Born in Málaga, she was affiliated to the Radical Socialist Republican Party and came to fame in 1930 for defending – at a court martial – Álvaro de Albornoz, who would shortly afterwards go on to become minister of justice and later the future president of the Republican government in exile (1947 to 1949 and 1949 to 1951). She became a member of the first Parliament of the Second Spanish Republic in 1931. That same year, the President of the Republic, Niceto Alcalá-Zamora, appointed her Director General of Prisons, a post she held until 1934, and she actively continued the reforms in the prison service that had been started by Concepción Arenal.

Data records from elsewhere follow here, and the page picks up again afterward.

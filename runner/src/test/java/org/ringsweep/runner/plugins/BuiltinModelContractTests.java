package org.ringsweep.runner.plugins;

import java.util.List;
import java.util.Map;
import org.ringsweep.generators.models.CmosReceiverModel;
import org.ringsweep.generators.models.IbisDriverModel;
import org.ringsweep.generators.models.IbisReceiverModel;
import org.ringsweep.generators.models.OpenDrainDriverModel;
import org.ringsweep.generators.models.RampDriverModel;
import org.ringsweep.runner.testing.ModelContract;

/** The model contract over every built-in model. */
class BuiltinModelContractTests extends ModelContract {
    /** The demo board's invented IBIS file (absolute, so the contract's temporary net file finds it). */
    private static final String DEMO_IBIS = java.nio.file.Path.of("..", "examples", "demo-board", "parts", "kx32.ibs")
            .toAbsolutePath().normalize().toString();

    @Override
    protected List<ModelCase> cases() {
        List<ModelCase> cases = List.of(
                new ModelCase(RampDriverModel.INSTANCE, Map.of("v_high", "VCC", "rise", "1ns", "r_out", "25")),
                new ModelCase(OpenDrainDriverModel.INSTANCE, Map.of("v_high", "VCC", "r_on", "20", "i2c_mode", "none")),
                new ModelCase(IbisDriverModel.INSTANCE, Map.of("file", DEMO_IBIS, "ibis_model", "io33")),
                new ModelCase(IbisReceiverModel.INSTANCE, Map.of("file", DEMO_IBIS, "ibis_model", "in33")),
                new ModelCase(CmosReceiverModel.INSTANCE, Map.of("c_in", "2pF", "vih", "2.0", "vil", "0.8")));
        // Every built-in model has a case: a new built-in must be added here.
        org.junit.jupiter.api.Assertions.assertEquals(PluginRegistry.builtInOnly().catalog().all().size(), cases.size(),
                "a contract case per built-in model");
        return cases;
    }
}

Kent was against giving women the right to vote immediately, arguing that, as Spanish women lacked at that moment social and political education enough to vote responsibly, they would be very much influenced by the Catholic priests, damaging left wing parties. She had a controversy about this subject with another feminist in the parliament, Clara Campoamor. This caused her certain unpopularity and, when women were given right to vote, she lost her seat – as she had predicted – to the conservative majority in 1933.

After the Spanish Civil War, Kent went into exile in Mexico, but soon moved on to the United States. In New York City she published the Ibérica review from 1954 to 1974,[1] which featured news for Spanish people exiled in the United States. She died in New York in 1987. Crane and Kent are buried alongside each other at Umpawaug Cemetery, Redding, Connecticut.

Colleges in Málaga, Fuenlabrada, Marbella, Torrejón de Ardoz (Instituto de Educación Secundaria Victoria Kent), and a railway station in her home town of Málaga, have been named after her.

Political life

Shortly after her arrival in Madrid, she joined the Asociación Nacional de Mujeres Españolas y la Juventud Universitaria Femenina (a women's rights organization), directed by Maria Espinosa de los Monteros. She represented this entity at a conference in Prague in 1921. After affiliating the Radical Socialist Republican Party, she was elected as a member of the Parliament of the Republican-Socialist Conjunction of the Republican Court in 1931. In the election on February 16, 1936, Victoria Kent was elected member of the Parliament in Jaen, for the Republican Left, which was a part of the Popular Front. She was also Vice President of the Lyceum Club, since 1926.